On Davie’s uniqueness for some degenerate SDEs

We consider singular SDEs like \begin{equation} dZ_t = b(t, Z_t) dt + A Z_t dt + \sigma (t) d{L}_t , \;\; t \in [0,T], \;\; Z_0 =x \in \mathbb {R}^n, \end{equation} where $A$ is a real $n \times n$ matrix, i. e., $A \in {\mathbb {R}}^n \otimes {\mathbb {R}}^n$, $b$ is bounded and Hölder continuous, $\sigma \colon [0,\infty ) \to {\mathbb {R}}^n \otimes {\mathbb {R}}^d$ is a locally bounded function and $L= ({L}_t)$ is an $\mathbb {R}^d$-valued Lévy process, $1 \le d \le n$. We show that strong existence and uniqueness together with $L^p$-Lipschitz dependence on the initial condition $x$ imply Davie’s uniqueness or path by path uniqueness.
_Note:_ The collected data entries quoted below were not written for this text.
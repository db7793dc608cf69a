import { whyNoFit, type FrontPoints } from "@/lib/science/front/front-points";

/** A front model fitted to some points: arrays `[point]`, times in µs; `places` says where each is among all points. */
export type FrontFitter = (distance: Float64Array, time_us: Float64Array, softened_us: Float64Array, places: Int32Array) => FittedLine;

/** ln τ or τ = offset + slope · (ln d or d), with the errors of the weighted fit; NaN where there is no fit. */
export interface FittedLine {
  offset: number;
  slope: number;
  offsetError: number;
  slopeError: number;
  covariance: number;
}

/** Fitted coefficients, `[replicate]`, NaN where a replicate's points allow no fit. */
export interface ReplicateFits {
  offset: Float64Array;
  slope: Float64Array;
  fitted: number;
}

/**
 * Fits the model in every replicate, with the full data's softened errors. A point enters a replicate's fit when its
 * time there is above `above_us` (NaN never is): what is missing in one replicate is left out of that one only.
 * `tau` is `[trace][replicate]`, µs.
 */
export function fitReplicates(
  points: FrontPoints,
  tau: Float64Array,
  replicateCount: number,
  above_us: number,
  fit: FrontFitter,
): ReplicateFits {
  const offset = new Float64Array(replicateCount).fill(NaN);
  const slope = new Float64Array(replicateCount).fill(NaN);
  const distance = new Float64Array(points.trace.length);
  const time_us = new Float64Array(points.trace.length);
  const softened_us = new Float64Array(points.trace.length);
  const places = new Int32Array(points.trace.length);
  let fitted = 0;
  for (let b = 0; b < replicateCount; b++) {
    let present = 0;
    for (let p = 0; p < points.trace.length; p++) {
      const time = tau[points.trace[p] * replicateCount + b];
      if (!(time > above_us)) continue;
      distance[present] = points.distance[p];
      time_us[present] = time;
      softened_us[present] = points.softened_us[p];
      places[present] = p;
      present += 1;
    }
    const distances = distance.subarray(0, present);
    if (whyNoFit(distances) !== null) continue;
    const line = fit(distances, time_us.subarray(0, present), softened_us.subarray(0, present), places.subarray(0, present));
    if (!Number.isFinite(line.slope) || !Number.isFinite(line.offset)) continue;
    offset[b] = line.offset;
    slope[b] = line.slope;
    fitted += 1;
  }
  return { offset, slope, fitted };
}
This extends a result of [E. Priola, AIHP, 2018] proved for (0.1) when $n=d$, $A=0$ and $\sigma (t) \equiv I$. We apply the result to some singular degenerate SDEs associated to the kinetic transport operator $\frac {1}{2} \triangle _v f +$ ${v \cdot \partial _{x}f}$ $+F(x,v)\cdot \partial _{v}f$ when $n =2d$ and $L$ is an ${\mathbb {R}}^d$-valued Wiener process. For such equations strong existence and uniqueness are known under Hölder type conditions on $b$. We show that in addition also Davie’s uniqueness holds.